N,S co-doped SnO2 catalysts in gas-liquid interface dielectric barrier discharge for formate formation via CO2 reduction

N,S co-doped SnO2 were deposited on MWNTs/sponge to prepare a series of related N-S-SnO2/MWNTs/sponges for the reduction of CO2 by dielectric barrier discharge (DBD). With optimizing the composition, the N-S-SnO2/MWNTs/sponge (N:S:Sn = 1:0.2:1) achieves higher yields of formate (4791.40 μmol/L) and formaldehyde (66.11 μmol/L) after 60 min. The structural properties and DFT calculations reveal that, the S doped increased oxygen-containing functional groups on catalysts surface, thus the nonmetallic N and S modified Sn based catalysts affected the adsorption sites and reduced the reaction energy barrier of CO2 on the catalyst surface in order to promote energy utilization of DBD system for CO2 catalytic reduction.
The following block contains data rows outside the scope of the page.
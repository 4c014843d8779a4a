/** Balances by place, metal, owner or lot, now or at the end of any past day, in three parts that are never mixed. */
import { valueOf } from '../../../shared/insurance/valuation.ts';
import { ZERO_MASS, addMass, massFromJson, massToJson } from '../../../shared/mass/vector.ts';
import type { BalanceRow, BalancesJson } from '../../../shared/schemas/reports.ts';
import { PARTS, balanceRow } from '../../../shared/schemas/reports.ts';
import { z } from '../../../shared/schemas/zod.ts';
import type { Tx } from '../../db/rows.ts';
import { asPrices, pricesOn } from '../reads/prices.ts';

const METALS = ['gold', 'silver', 'platinum', 'palladium'] as const;
const MASSES = ['gross', ...METALS] as const;

export type BalancesBy = 'place' | 'metal' | 'owner' | 'lot';

/** Balances with their values at the prices of that day. A date of today or later is now. */
export async function readBalances(tx: Tx, by: BalancesBy, on: string | undefined): Promise<BalancesJson> {
  const { today, currency } = await tx.one(
    z.object({ today: z.string(), currency: z.string() }),
    'SELECT (clock_timestamp() AT TIME ZONE time_zone)::date::text AS today, currency FROM workshop WHERE workshop_id = current_workshop()',
  );
  const date = on === undefined || on > today ? today : on;
  const prices = await pricesOn(tx, date);
  const rows = await tx.rows(balanceRow, balancesSql(by, date < today), date < today ? [date] : []);
  const worth = (row: Pick<BalanceRow, `${(typeof MASSES)[number]}_g`>) =>
    valueOf(massFromJson(row), asPrices(prices))?.toFixed(2) ?? null;
  const totals = PARTS.map((part) => {
    const masses = massToJson(
      rows
        .filter((row) => row.part === part)
        .reduce((sum, row) => addMass(sum, massFromJson(row)), ZERO_MASS),
    );
    return { part, ...masses, value: worth(masses) };
  });
  return { on: date, currency, prices, rows: rows.map((row) => ({ ...row, value: worth(row) })), totals };
}

/** Holdings now, or what the snapshots and sums by day say of a past one. */
function balancesSql(by: BalancesBy, past: boolean): string {
  const sums = MASSES.map((m) => `sum(h.${m}_ug)::bigint AS ${m}_ug`).join(', ');
  const held = past
    ? 'SELECT * FROM balances_at($1::date)'
    : `SELECT h.workshop_id, h.account_id, h.lot_id, ${MASSES.map((m) => `h.${m}_ug`).join(', ')} FROM holding h
       WHERE h.workshop_id = current_workshop() AND (h.gross_ug <> 0 OR h.gold_ug <> 0 OR h.silver_ug <> 0 OR h.platinum_ug <> 0 OR h.palladium_ug <> 0)`;
  const part = `CASE WHEN a.kind = 'metal_account' THEN 'claim' WHEN l.basis IN ('estimated', 'unknown') THEN 'estimated' ELSE 'weighed' END`;
  const from = `FROM (${held}) h JOIN account a ON a.workshop_id = h.workshop_id AND a.id = h.account_id
    JOIN lot l ON l.workshop_id = h.workshop_id AND l.id = h.lot_id LEFT JOIN party o ON o.workshop_id = l.workshop_id AND o.id = l.owner_id
    WHERE is_place(a.kind) OR a.kind = 'metal_account'`;
  const grams = MASSES.map((m) => `grams(x.${m}_ug) AS ${m}_g`).join(', ');
  const outer = (inner: string) => `SELECT x.key, x.name, x.kind, x.part, ${grams} FROM (${inner}) x
    WHERE x.gross_ug <> 0 OR x.gold_ug <> 0 OR x.silver_ug <> 0 OR x.platinum_ug <> 0 OR x.palladium_ug <> 0 ORDER BY x.kind NULLS LAST, x.name, x.part DESC LIMIT 5000`;
  switch (by) {
    case 'place':
      return outer(
        `SELECT a.id::text AS key, a.name, a.kind, ${part} AS part, ${sums} ${from} GROUP BY a.id, a.name, a.kind, ${part}`,
      );
    case 'owner':
      return outer(
        `SELECT coalesce(l.owner_id::text, 'house') AS key, coalesce(o.name, 'House') AS name, NULL AS kind, ${part} AS part, ${sums} ${from} GROUP BY l.owner_id, o.name, ${part}`,
      );
    case 'lot':
      return outer(
        `SELECT l.id::text AS key, l.code || ' ' || l.description AS name, NULL AS kind, ${part} AS part, ${sums} ${from} GROUP BY l.id, l.code, l.description, ${part}`,
      );
    case 'metal': {
      const columns = MASSES.map((m) =>
        m === 'gross'
          ? 'sum(m.ug)::bigint AS gross_ug'
          : `(sum(m.ug) FILTER (WHERE m.metal = '${m}'))::bigint AS ${m}_ug`,
      );
      return outer(
        `SELECT m.metal AS key, initcap(m.metal) AS name, NULL AS kind, ${part} AS part, ${columns.map((c) => c.replace(/\((sum.*)\)::bigint/, 'coalesce($1, 0)::bigint')).join(', ')}
         ${from.replace('WHERE is_place', `CROSS JOIN LATERAL (VALUES ${METALS.map((m) => `('${m}', h.${m}_ug)`).join(', ')}) AS m(metal, ug) WHERE is_place`)} GROUP BY m.metal, ${part}`,
      );
    }
  }
}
In addition, different types and concentrations of seawater ions such as K+, Na+, Ca2+, Mg2+, Cl- and SO42- affected on the formation of formic acid and formaldehyde during discharge, which showed that DBD catalysis technology was advanced used for CO2 capture and storage in the ocean. [Display omitted] •Suspended N-S-SnO2 compound was used for CO2RR by gas-liquid DBD technology.•Yields of total formate and formaldehyde reached ∼5.5 mmol L−1 h−1 for CO2RR.•N,S co-doping SnO2 has a higher oxygen vacancy ratio than N doping SnO2.•S doping on N-SnO2 changed surface structure and decreased CO2 adsorption energy.•High ion concentrations in simulated seawater hindered mass transfer for CO2RR.